- **What is expected**
Please reproduce the records, omitting nothing and changing nothing.

- **Records**
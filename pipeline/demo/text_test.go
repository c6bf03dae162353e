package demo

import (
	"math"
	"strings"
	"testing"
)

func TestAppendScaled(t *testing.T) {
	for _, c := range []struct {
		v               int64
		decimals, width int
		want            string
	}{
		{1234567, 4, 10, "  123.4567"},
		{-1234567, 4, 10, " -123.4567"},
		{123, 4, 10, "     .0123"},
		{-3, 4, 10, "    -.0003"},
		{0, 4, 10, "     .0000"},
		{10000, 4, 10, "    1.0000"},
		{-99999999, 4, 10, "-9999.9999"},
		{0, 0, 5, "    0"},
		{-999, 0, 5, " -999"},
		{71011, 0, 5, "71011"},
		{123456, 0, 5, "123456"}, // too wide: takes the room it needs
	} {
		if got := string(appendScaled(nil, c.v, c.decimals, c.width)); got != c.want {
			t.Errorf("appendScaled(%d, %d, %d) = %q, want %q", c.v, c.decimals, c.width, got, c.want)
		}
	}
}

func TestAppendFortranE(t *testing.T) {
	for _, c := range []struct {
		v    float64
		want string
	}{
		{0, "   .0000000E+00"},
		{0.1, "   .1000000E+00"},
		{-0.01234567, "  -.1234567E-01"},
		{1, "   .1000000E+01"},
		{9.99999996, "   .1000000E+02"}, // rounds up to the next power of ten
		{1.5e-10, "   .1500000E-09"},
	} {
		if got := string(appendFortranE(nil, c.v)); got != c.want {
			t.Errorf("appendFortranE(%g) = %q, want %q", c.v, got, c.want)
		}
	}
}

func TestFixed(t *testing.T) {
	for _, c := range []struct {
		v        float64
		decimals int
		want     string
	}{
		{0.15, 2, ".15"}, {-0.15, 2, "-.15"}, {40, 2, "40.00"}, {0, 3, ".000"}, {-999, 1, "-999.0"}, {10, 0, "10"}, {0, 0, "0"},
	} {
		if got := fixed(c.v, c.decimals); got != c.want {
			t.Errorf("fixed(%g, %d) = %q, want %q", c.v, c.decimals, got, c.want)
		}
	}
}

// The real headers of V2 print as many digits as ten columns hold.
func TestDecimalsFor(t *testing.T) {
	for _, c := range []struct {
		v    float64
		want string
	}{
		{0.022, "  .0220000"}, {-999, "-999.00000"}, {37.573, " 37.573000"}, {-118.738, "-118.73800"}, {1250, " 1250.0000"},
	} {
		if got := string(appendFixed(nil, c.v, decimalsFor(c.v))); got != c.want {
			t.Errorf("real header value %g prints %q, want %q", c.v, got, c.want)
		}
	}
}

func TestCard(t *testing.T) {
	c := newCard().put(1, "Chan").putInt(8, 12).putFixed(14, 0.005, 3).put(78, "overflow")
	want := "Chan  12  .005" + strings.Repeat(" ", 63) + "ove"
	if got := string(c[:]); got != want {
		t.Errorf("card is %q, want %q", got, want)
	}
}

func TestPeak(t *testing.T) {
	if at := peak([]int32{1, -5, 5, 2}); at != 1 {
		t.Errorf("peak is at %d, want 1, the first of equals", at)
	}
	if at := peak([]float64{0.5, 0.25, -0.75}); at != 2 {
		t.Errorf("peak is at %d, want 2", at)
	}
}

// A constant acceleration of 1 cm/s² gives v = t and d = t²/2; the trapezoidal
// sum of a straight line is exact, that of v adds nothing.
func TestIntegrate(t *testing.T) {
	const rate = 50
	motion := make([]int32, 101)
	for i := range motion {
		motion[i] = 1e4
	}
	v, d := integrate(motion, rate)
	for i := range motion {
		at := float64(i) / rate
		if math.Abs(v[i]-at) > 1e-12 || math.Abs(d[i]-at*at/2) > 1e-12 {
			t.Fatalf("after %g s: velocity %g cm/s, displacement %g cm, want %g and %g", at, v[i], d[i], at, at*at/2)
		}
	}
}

- **Output of the task**
filename pipeline/demo/text_test.go
repository c6bf03dae162353e
package demo

import (
	"math"
	"strings"
	"testing"
)

func TestAppendScaled(t *testing.T) {
	for _, c := range []struct {
		v               int64
		decimals, width int
		want            string
	}{
		{1234567, 4, 10, "  123.4567"},
		{-1234567, 4, 10, " -123.4567"},
		{123, 4, 10, "     .0123"},
		{-3, 4, 10, "    -.0003"},
		{0, 4, 10, "     .0000"},
		{10000, 4, 10, "    1.0000"},
		{-99999999, 4, 10, "-9999.9999"},
		{0, 0, 5, "    0"},
		{-999, 0, 5, " -999"},
		{71011, 0, 5, "71011"},
		{123456, 0, 5, "123456"}, // too wide: takes the room it needs
	} {
		if got := string(appendScaled(nil, c.v, c.decimals, c.width)); got != c.want {
			t.Errorf("appendScaled(%d, %d, %d) = %q, want %q", c.v, c.decimals, c.width, got, c.want)
		}
	}
}

func TestAppendFortranE(t *testing.T) {
	for _, c := range []struct {
		v    float64
		want string
	}{
		{0, "   .0000000E+00"},
		{0.1, "   .1000000E+00"},
		{-0.01234567, "  -.1234567E-01"},
		{1, "   .1000000E+01"},
		{9.99999996, "   .1000000E+02"}, // rounds up to the next power of ten
		{1.5e-10, "   .1500000E-09"},
	} {
		if got := string(appendFortranE(nil, c.v)); got != c.want {
			t.Errorf("appendFortranE(%g) = %q, want %q", c.v, got, c.want)
		}
	}
}

func TestFixed(t *testing.T) {
	for _, c := range []struct {
		v        float64
		decimals int
		want     string
	}{
		{0.15, 2, ".15"}, {-0.15, 2, "-.15"}, {40, 2, "40.00"}, {0, 3, ".000"}, {-999, 1, "-999.0"}, {10, 0, "10"}, {0, 0, "0"},
	} {
		if got := fixed(c.v, c.decimals); got != c.want {
			t.Errorf("fixed(%g, %d) = %q, want %q", c.v, c.decimals, got, c.want)
		}
	}
}

// The real headers of V2 print as many digits as ten columns hold.
func TestDecimalsFor(t *testing.T) {
	for _, c := range []struct {
		v    float64
		want string
	}{
		{0.022, "  .0220000"}, {-999, "-999.00000"}, {37.573, " 37.573000"}, {-118.738, "-118.73800"}, {1250, " 1250.0000"},
	} {
		if got := string(appendFixed(nil, c.v, decimalsFor(c.v))); got != c.want {
			t.Errorf("real header value %g prints %q, want %q", c.v, got, c.want)
		}
	}
}

func TestCard(t *testing.T) {
	c := newCard().put(1, "Chan").putInt(8, 12).putFixed(14, 0.005, 3).put(78, "overflow")
	want := "Chan  12  .005" + strings.Repeat(" ", 63) + "ove"
	if got := string(c[:]); got != want {
		t.Errorf("card is %q, want %q", got, want)
	}
}

func TestPeak(t *testing.T) {
	if at := peak([]int32{1, -5, 5, 2}); at != 1 {
		t.Errorf("peak is at %d, want 1, the first of equals", at)
	}
	if at := peak([]float64{0.5, 0.25, -0.75}); at != 2 {
		t.Errorf("peak is at %d, want 2", at)
	}
}

// A constant acceleration of 1 cm/s² gives v = t and d = t²/2; the trapezoidal
// sum of a straight line is exact, that of v adds nothing.
func TestIntegrate(t *testing.T) {
	const rate = 50
	motion := make([]int32, 101)
	for i := range motion {
		motion[i] = 1e4
	}
	v, d := integrate(motion, rate)
	for i := range motion {
		at := float64(i) / rate
		if math.Abs(v[i]-at) > 1e-12 || math.Abs(d[i]-at*at/2) > 1e-12 {
			t.Fatalf("after %g s: velocity %g cm/s, displacement %g cm, want %g and %g", at, v[i], d[i], at, at*at/2)
		}
	}
}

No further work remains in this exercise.